I have nothing worthwhile to add, but I'm going to say that I'm glad I'm not the only one who can't stand the scent of cocoa butter.


----------



## IrishLass (Jan 29, 2015)

hmlove1218 said:


> I have nothing worthwhile to add, but I'm going to say that I'm glad I'm not the only one who can't stand the scent of cocoa butter.


 
I, on the other hand would gladly roll myself in it. lol 


Off I go now to mourn the loss of Lily's sugar scrub. 





IrishLass


----------



## AMyers (Jan 29, 2015)

hmlove1218 said:


> I have nothing worthwhile to add, but I'm going to say that I'm glad I'm not the only one who can't stand the scent of cocoa butter.



Nothing worthwhile here either, except my first cocoa butter was divine smelling, and smell of my most recent purchase make me feel sick to my stomach!


----------



## lillybella (Jan 29, 2015)

I can not imagine cocoa butter being divine smelling! I don't think I will ever use it again!
I finally don't smell it anymore!


----------



## lillybella (Jan 29, 2015)

snappyllama said:


> I haven't worked with IPM before (just got some recently to fiddle with for a lotion). I think I remember reading somewhere (probably swiftmonkey) that adding IPM to a formulation normally requires a slight increase in the emulsifier.
> 
> Did you use IPM at 1%?  I'm interested in how that works out!



Yes it was SwiftMonkey but she doesn't say how much more emulsifier to add to compensate.

Any ideas?

I'm making another batch today! I've gone Sugar Scrub  :crazy:

Today I'm going to chill it & whip it!


----------



## DeeAnna (Jan 29, 2015)

"...I still had sugar on me when I finished! I had to get back in the shower & use my whipped soap to get everything off!..."

It sounds like you didn't have quite enough emulsifier in the recipe if it's not rinsing off cleanly. Been there done that!  I want the scrub to rinse off nicely, leaving just a pleasant lotiony film of fat on my skin, nothing more. I found the difference is pretty small between a scrub that leaves a greasy, sugary mess on my skin and a scrub that leaves me with that just-right, luxurious lotion-y feel. 

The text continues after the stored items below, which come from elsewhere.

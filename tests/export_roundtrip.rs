//! `pathsieve export` and `pathsieve draw` as a user runs them: export -> re-import -> the exact
//! checker gives the same verdict (CSV, JSON, NPY); NPY headers per the NumPy format
//! description; a two-pulse shaper mask through the CLI; all-or-nothing safe writing.

mod common;

use common::{path_arg as s, root, run_cli as run};

use num_complex::Complex64;
use pathsieve::check::{check_cycle, CheckReport, CheckRequest};
use pathsieve::cycle::{read_cycle, Cycle};
use pathsieve::experiment_file::read_experiment;
use pathsieve::export::npy::{read_npy, NpyData};
use pathsieve::export::phase_import::{
    read_phase_list_csv, read_phase_list_json, read_phase_list_npy,
};
use std::path::PathBuf;
use std::process::Command;

/// The parts of a verdict that must survive a round trip.
/// (clean, first leak order, per output: name, clean, leak count, kept count).
type Verdict = (bool, Option<u32>, Vec<(String, bool, usize, usize)>);

fn verdict(r: &CheckReport) -> Verdict {
    (
        r.clean,
        r.first_leak_order,
        r.outputs
            .iter()
            .map(|o| (o.name.clone(), o.clean, o.leak_count, o.kept.len()))
            .collect(),
    )
}

fn check(exp: &str, c: &Cycle) -> CheckReport {
    let e = read_experiment(&root(exp)).unwrap();
    check_cycle(&e, c, &CheckRequest::default()).unwrap()
}

const CASES: &[(&str, &str)] = &[
    // Nested 1x3x3x3 (Tan, J. Chem. Phys. 129, 124501 (2008), from memory): clean, 3 outputs.
    (
        "schemes/dye-fluorescence-2d.toml",
        "schemes/dye-fluorescence-27step.cycle.toml",
    ),
    // Pump-probe 2x2, weights +-1 (common practice): clean, keeps R + NR.
    (
        "schemes/carbonyl-pump-probe.toml",
        "schemes/carbonyl-2x2.cycle.toml",
    ),
    // A leaky table: the verdict "leaks" must survive too.
    (
        "schemes/dye-fluorescence-2d.toml",
        "schemes/dye-fluorescence-leaky.cycle.toml",
    ),
];

#[test]
fn csv_json_and_npy_exports_re_import_to_the_same_exact_verdict() {
    let d = tempfile::tempdir().unwrap();
    for (k, (exp, cyc)) in CASES.iter().enumerate() {
        let original = verdict(&check(exp, &read_cycle(&root(cyc), None).unwrap()));
        for order in ["designed", "drift"] {
            for unit in ["turns", "deg", "rad", "index"] {
                let p = d.path().join(format!("{k}-{order}-{unit}.csv"));
                let w = d.path().join(format!("{k}-{order}-{unit}.w.csv"));
                let (code, _, err) = run(&[
                    "export",
                    exp,
                    cyc,
                    "--format",
                    "csv",
                    "--unit",
                    unit,
                    "--order",
                    order,
                    "--out",
                    s(&p),
                    "--weights",
                    s(&w),
                ]);
                assert_eq!(code, 0, "{err}");
                let c = read_phase_list_csv(
                    &std::fs::read_to_string(&p).unwrap(),
                    Some(&std::fs::read_to_string(&w).unwrap()),
                    &p,
                )
                .unwrap();
                let r = check(exp, &c);
                assert!(r.exact, "{cyc} {unit}: re-imported CSV is exact");
                assert_eq!(verdict(&r), original, "{cyc} csv {unit} {order}");
            }
            let j = d.path().join(format!("{k}-{order}.json"));
            let (code, _, err) = run(&[
                "export",
                exp,
                cyc,
                "--format",
                "json",
                "--unit",
                "deg",
                "--order",
                order,
                "--out",
                s(&j),
            ]);
            assert_eq!(code, 0, "{err}");
            let c = read_phase_list_json(&std::fs::read_to_string(&j).unwrap(), &j).unwrap();
            assert_eq!(verdict(&check(exp, &c)), original, "{cyc} json {order}");

            let n = d.path().join(format!("{k}-{order}.npy"));
            let wn = d.path().join(format!("{k}-{order}.w.npy"));
            let (code, _, err) = run(&[
                "export",
                exp,
                cyc,
                "--format",
                "npy",
                "--unit",
                "rad",
                "--order",
                order,
                "--out",
                s(&n),
                "--weights",
                s(&wn),
            ]);
            assert_eq!(code, 0, "{err}");
            let meta =
                std::fs::read_to_string(d.path().join(format!("{k}-{order}.meta.json"))).unwrap();
            let c = read_phase_list_npy(
                &std::fs::read(&n).unwrap(),
                &meta,
                Some(&std::fs::read(&wn).unwrap()),
                &n,
            )
            .unwrap();
            // NPY weights are complex128 floats, so the re-imported verdict is numeric.
            assert_eq!(verdict(&check(exp, &c)), original, "{cyc} npy {order}");
        }
    }
}

// The plain index CSV is also a valid cycle table for `pathsieve check` itself (unit grid:M,
// docs/cycle-format.md), without a weights file (weights derived from the wanted signatures).
#[test]
fn an_index_csv_export_is_a_cycle_table_pathsieve_check_accepts() {
    let d = tempfile::tempdir().unwrap();
    let p = d.path().join("idx.csv");
    let (code, _, err) = run(&[
        "export",
        "schemes/dye-fluorescence-2d.toml",
        "schemes/dye-fluorescence-27step.cycle.toml",
        "--format",
        "csv",
        "--unit",
        "index",
        "--out",
        s(&p),
    ]);
    assert_eq!(code, 0, "{err}");
    let text = std::fs::read_to_string(&p).unwrap();
    assert!(text.contains("# unit: grid:3\n") && text.contains("\nstep,1,2,3,4\n"));
    let (code, out, err) = run(&["check", "schemes/dye-fluorescence-2d.toml", s(&p), "--json"]);
    assert_eq!(code, 0, "{err}");
    let v: serde_json::Value = serde_json::from_str(&out).unwrap();
    assert_eq!(v["clean"], true);
    assert_eq!(v["first_leak_order"], 6);
}

// Drift order: a permutation of the designed steps whose source steps are recorded, and whose
// first moment does not grow (reordering never changes any F(b); the verdict test above).
#[test]
fn the_drift_order_is_a_recorded_permutation() {
    let d = tempfile::tempdir().unwrap();
    let j = d.path().join("o.json");
    let (code, _, err) = run(&[
        "export",
        "schemes/dye-fluorescence-2d.toml",
        "schemes/dye-fluorescence-27step.cycle.toml",
        "--format",
        "json",
        "--order",
        "drift",
        "--out",
        s(&j),
    ]);
    assert_eq!(code, 0, "{err}");
    let v: serde_json::Value = serde_json::from_str(&std::fs::read_to_string(&j).unwrap()).unwrap();
    assert_eq!(v["schema_version"], 1);
    let mut src: Vec<u64> = v["meta"]["source_steps"]
        .as_array()
        .unwrap()
        .iter()
        .map(|x| x.as_u64().unwrap())
        .collect();
    assert_eq!(v["meta"]["step_order"], "drift");
    src.sort_unstable();
    assert_eq!(src, (0..27).collect::<Vec<u64>>());
    let note = v["meta"]["notes"].to_string();
    assert!(note.contains("drift-robust order"), "{note}");
}

// Metadata: the experiment hash equals what coreutils `sha256sum` (an independent
// implementation of FIPS 180-4) computes; grid, unit and fields are recorded.
#[test]
fn json_metadata_names_tool_hash_grid_and_units() {
    let d = tempfile::tempdir().unwrap();
    let j = d.path().join("m.json");
    let (code, _, err) = run(&[
        "export",
        "schemes/carbonyl-pump-probe.toml",
        "schemes/carbonyl-2x2.cycle.toml",
        "--format",
        "json",
        "--unit",
        "index",
        "--out",
        s(&j),
    ]);
    assert_eq!(code, 0, "{err}");
    let v: serde_json::Value = serde_json::from_str(&std::fs::read_to_string(&j).unwrap()).unwrap();
    let m = &v["meta"];
    assert_eq!(m["tool"], "pathsieve");
    assert_eq!(m["version"], env!("CARGO_PKG_VERSION"));
    assert_eq!(m["unit"], "grid:2");
    assert_eq!(m["grid"], serde_json::json!([2, 2, 1]));
    assert_eq!(m["fields"], serde_json::json!(["pu1", "pu2", "pr"]));
    assert_eq!(v["phases"][3], serde_json::json!([1, 1, 0]));
    if let Ok(o) = Command::new("sha256sum")
        .arg(root("schemes/carbonyl-pump-probe.toml"))
        .output()
    {
        let text = String::from_utf8_lossy(&o.stdout);
        let want = text.split_whitespace().next().unwrap_or("");
        assert_eq!(m["experiment_sha256"], want);
    }
}

#[test]
fn index_export_off_the_grid_is_refused_with_exit_two() {
    let d = tempfile::tempdir().unwrap();
    let p = d.path().join("x.csv");
    let (code, _, err) = run(&[
        "export",
        "schemes/carbonyl-pump-probe.toml",
        "schemes/carbonyl-2x2.cycle.toml",
        "--format",
        "csv",
        "--unit",
        "index",
        "--grid",
        "3",
        "--out",
        s(&p),
    ]);
    assert_eq!(code, 2);
    assert!(err.contains("not on the 3-step grid"), "{err}");
    assert!(!p.exists());
}

/// Parse an NPY header by hand, per the format description in the NumPy documentation
/// (`numpy.lib.format`; NEP 1, R. Kern, 2007, from memory): magic, version, u16 header
/// length, dict literal, data at a multiple of 64 bytes. Returns (descr, shape text).
fn npy_header(bytes: &[u8]) -> (String, String) {
    assert_eq!(&bytes[..6], b"\x93NUMPY");
    assert_eq!((bytes[6], bytes[7]), (1, 0));
    let len = u16::from_le_bytes([bytes[8], bytes[9]]) as usize;
    assert_eq!((10 + len) % 64, 0, "data offset aligned to 64");
    let h = std::str::from_utf8(&bytes[10..10 + len]).unwrap();
    assert!(
        h.ends_with('\n') && h.contains("'fortran_order': False"),
        "{h}"
    );
    let field = |k: &str| {
        let i = h.find(k).unwrap() + k.len();
        let rest = &h[i..];
        let end = rest
            .find(if rest.starts_with('(') { ')' } else { ',' })
            .unwrap();
        rest[..=end]
            .trim_end_matches(',')
            .trim_matches('\'')
            .to_string()
    };
    (field("'descr': "), field("'shape': "))
}

#[test]
fn npy_exports_have_the_documented_headers_and_shapes() {
    let d = tempfile::tempdir().unwrap();
    let p = d.path().join("i.npy");
    let w = d.path().join("w.npy");
    let (code, _, err) = run(&[
        "export",
        "schemes/dye-fluorescence-2d.toml",
        "schemes/dye-fluorescence-27step.cycle.toml",
        "--format",
        "npy",
        "--unit",
        "index",
        "--out",
        s(&p),
        "--weights",
        s(&w),
    ]);
    assert_eq!(code, 0, "{err}");
    let pb = std::fs::read(&p).unwrap();
    assert_eq!(npy_header(&pb), ("<i8".into(), "(27, 4)".into()));
    let wb = std::fs::read(&w).unwrap();
    assert_eq!(npy_header(&wb), ("<c16".into(), "(27, 3)".into()));
    assert!(d.path().join("i.meta.json").exists() && d.path().join("w.meta.json").exists());
    // Step 5 of the nested cycle is (0, 0, 1/3, 2/3) turn: indices (0, 0, 1, 2).
    let NpyData::I64(v) = read_npy(&pb).unwrap().data else {
        panic!()
    };
    assert_eq!(&v[20..24], &[0, 0, 1, 2]);
    // Weights of R = exp(-2 pi i t.phi)/27 have modulus 1/27.
    let NpyData::C128(z) = read_npy(&wb).unwrap().data else {
        panic!()
    };
    assert!(z.iter().all(|x| (x.norm() - 1.0 / 27.0).abs() < 1e-15));
    let (code, _, _) = run(&[
        "export",
        "schemes/dye-fluorescence-2d.toml",
        "schemes/dye-fluorescence-27step.cycle.toml",
        "--format",
        "npy",
        "--unit",
        "deg",
        "--out",
        s(&d.path().join("f.npy")),
    ]);
    assert_eq!(code, 0);
    let fb = std::fs::read(d.path().join("f.npy")).unwrap();
    assert_eq!(npy_header(&fb), ("<f8".into(), "(27, 4)".into()));
}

I might add another 0.5 to 1.0% of emulsifier to the recipe and see what results come from that. You might need a little bit more emulsifier above that, but it's easy to go too far the other direction too. Best to sneak up on the right percentage so you don't miss it.


----------



## snappyllama (Jan 29, 2015)

*Shines Deanna Beacon*

How much additional emulsifier do we need when adding IPM to a formulation?

LillyBella, did the IPM make a big difference? Did it feel less greasy?  I didn't consider that recipe to feel overly greasy once lotionified on the skin. After rinsing it off, I can even touch my tablet without leaving fingerprints.


----------



## snappyllama (Jan 29, 2015)

Wow, Deanna showed up while I was still typing out to shine the beacon!  AWESOME.


----------



## DeeAnna (Jan 29, 2015)

I haven't tried IPM in a sugar scrub, so I can't really answer your question, SnappyLlama. But maybe my thoughts about tweaking the emulsifier in general will give you a direction to head. I hope anyways!


----------



## lillybella (Jan 29, 2015)

Tomorrow's batch I won't use the IPM, then I will have something to compare it to! I'm kind of doing this backwards.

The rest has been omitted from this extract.